Management education was a long established subject of study at UMIST. As the Manchester Municipal College of Technology, it had been one of the pioneers in this area, when it set up the Department of Industrial Administration in 1918. The Department had been backed by leading Manchester industrialists such as Samuel Turner and Charles Renold. Its first Director was A F Kent, who was recruited from the University of Bristol, and had made his name in industrial psychology.
In 1926 the Department was recognised an "an integral department in the College". It offered a range of short courses for both University and vocational students, including a one-year diploma course and special courses in "administration" for engineers and for chemists. Department staff also undertook extra-mural work, delivering lectures for local businesses. Although the inter-war period proved difficult for the Department, during the Second World War concerns about post-war economic reconstruction led to renewed interest in management education. The Department was active in these discussions; it sponsored a conference on "Training for Industrial Management" in May 1945, and it was involved with the Manchester Joint Research Board, which had been set up in 1944 to bring together University academics and local industries. The Department also published a series of Mon graphs on Higher Management, based on lectures delivered at the Department by leading theorists like Lyndall Urwick and Wilfred Brown.
Under the Principalship of Vivian Bowden, appointed in 1952, Manchester College of Science and Technology (as the College became in 1956) underwent a major expansion. Although Bowden himself had no great interest in management as an academic subject, the subject came to be seen of considerable importance to the College's broader aims of developing close and mutually beneficial relations with industry. Bowden recruited Reginald Revans to the chair of management in 1955. Revans (1907-2003) was a highly original management thinker, well-known for his work on Action Learning, and he successfully developed Department's research profile, particularly in areas like work study and productivity.
In 1963, the Franks Report on management education recommended setting up business schools in London and Manchester. The Department had hoped to be the nucleus of the Manchester school, but in the event, Manchester Business School was established independently of the Department (with closer links to the University of Manchester). It was MBS which would take responsibility for teaching the master of business administration (MBA) degree. The Department's response to this was innovative; it developed management education as an undergraduate subject, and UMIST was the first university to offer an undergraduate degree in management sciences in 1965. The degree was offered at both honours and ordinary level, and included modules in industrial finance and control, operational research, marketing, industrial engineering and behavioural science. The Department continued to teach masters degrees and Ph.D.s, as well as joint degrees, such as the degree of Engineering Manufacture and Management developed in the late 1970s.
In 1965 the Department was renamed the Department of Management Sciences, and by the early 1970s it had become the largest undergraduate department at UMIST. The significant increase in student and staff numbers required the department to move to new premises in the Maths and Social Sciences tower in 1970.

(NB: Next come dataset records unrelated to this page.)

static void merge(const lbr_average *a, const double *slot, double *into) {
  if (a->set.kind == LBR_AVERAGE_PEAK) {
    for (size_t k = 0; k < a->sums; k++)
      if (slot[k] > into[k] || isnan(slot[k])) into[k] = slot[k];
  } else {
    lbr_add_scaled(into, slot, 1.0, a->sums);
  }
}

/* Waits until the slot of the group is free; false: give up. */
static bool take_slot(lbr_average *a, size_t group) {
  pthread_mutex_lock(&a->lock);
  while (!a->broken && group >= a->done + a->nslots)
    pthread_cond_wait(&a->turn, &a->lock);
  bool broken = a->broken;
  pthread_mutex_unlock(&a->lock);
  return !broken;
}

/* Hands over the sums of a group; whoever has the next in order adds. */
static void hand_over(lbr_average *a, size_t group) {
  pthread_mutex_lock(&a->lock);
  a->ready[group % a->nslots] = true;
  while (!a->adding && a->ready[a->done % a->nslots]) {
    size_t at = a->done % a->nslots;
    a->adding = true;
    pthread_mutex_unlock(&a->lock);
    if (a->set.kind != LBR_AVERAGE_MEDIAN)
      merge(a, a->slots + at * a->sums, a->total);
    pthread_mutex_lock(&a->lock);
    a->adding = false;
    a->ready[at] = false;
    a->done++;
    pthread_cond_broadcast(&a->turn);
  }
  pthread_mutex_unlock(&a->lock);
}

/* Samples of the stream from `start` on, all channels: from the carry what is
 * there, the rest from the feed. */
static lbr_status gather(const job *j, seat *s, int64_t start, size_t count) {
  lbr_average *a = j->a;
  size_t channels = a->set.channels, old = 0;
  if (!s->gathered) {
    s->gathered = lbr_alloc(a->span * channels, sizeof(double));
    if (!s->gathered) return LBR_NO_MEMORY;
  }
  int64_t carry_start = a->seen - (int64_t)a->carried;
  if (start < a->seen) {
    old = (size_t)(a->seen - start);
    if (old > count) old = count;
  }
  for (size_t c = 0; c < channels; c++) {
    double *out = s->gathered + c * a->span;
    if (old > 0)
      memcpy(out, a->carry + c * a->span + (start - carry_start),
             old * sizeof *out);
    s->into[c] = out + old;
    s->from[c] = out;
  }
  if (old == count) return LBR_OK;
  int64_t from = j->first + (start + (int64_t)old - a->seen);
  if (!j->feed->is_parallel) pthread_mutex_lock(&a->reading);
  lbr_status status = lbr_feed_read(j->feed, from, count - old, channels,
                                    j->channel, s->into);
  if (!j->feed->is_parallel) pthread_mutex_unlock(&a->reading);
  return status;
}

Under the leadership of Ronald Beresford Dew, significant academic appointments were made including Roland Smith, Leonard Neal, Peter Smith, Ken Lomax, Cary Cooper, John Goodman and Bob Hollier. They helped develop the Department's growing reputation for research. This was recognized when the Department was classed as "outstanding" by the UGC in its research assessment of 1986. The Manchester School of Management (as the Department was renamed in 1988) continued to be one of the best performers in both the Research Assessment Exercises (RAE) and teaching quality exercises up to 2004.
The 1990s saw greater cooperation between the School of Management, Manchester Business School and the University of Manchester's Department of Accounting and Finance (DAF). In 1990 a joint degree in accounting with the Department of Accounting and Finance was offered, and in December 1990 there was agreement in principle to establish a federal school of business, comprising MSM, MBS and DAF. This was achieved in 1994 when the Manchester Federal School of Business and Management was established with MSM, MBS, DAF and a University of Manchester research unit, Policy Research in Engineering, Science and Technology (PREST) as members. The primary purpose of the Federal School was to encourage cooperation in research in areas of shared interest and expertise. This led to the creation of research centres such as the Centre for Research on Innovation and Competition the Financial Services Research Centre and the Quality Management Research Centre.
In 1995, the School undertook a major reform of the B. Sc. degree, introducing five specialised variants (decision science, employment and organization, human resources, international business economics, and marketing). Degrees in international management with French, German and American Business Studies were launched. The School also taught management modules to students on other degree courses such as computer sciences, physics,and maths. External collaborations were developed with the Chartered Institute of Bankers, Times Publishing of Singapore and PricewaterhouseCoopers.
In August 1998 the School of Management moved to a new building at Booth Street, close to the MBS and School of Accounting and Finance. By 2000 the School had over a thousand students and over 100 staff. In 2004, with the creation of The University of Manchester, the Federal School was dissolved and MSM, MBS, School of Accounting and Finance, and Institute of Innovation Research (IoIR) amalgamated to form a new body, known as the Manchester Business School, which was part of the Faculty of Humanities.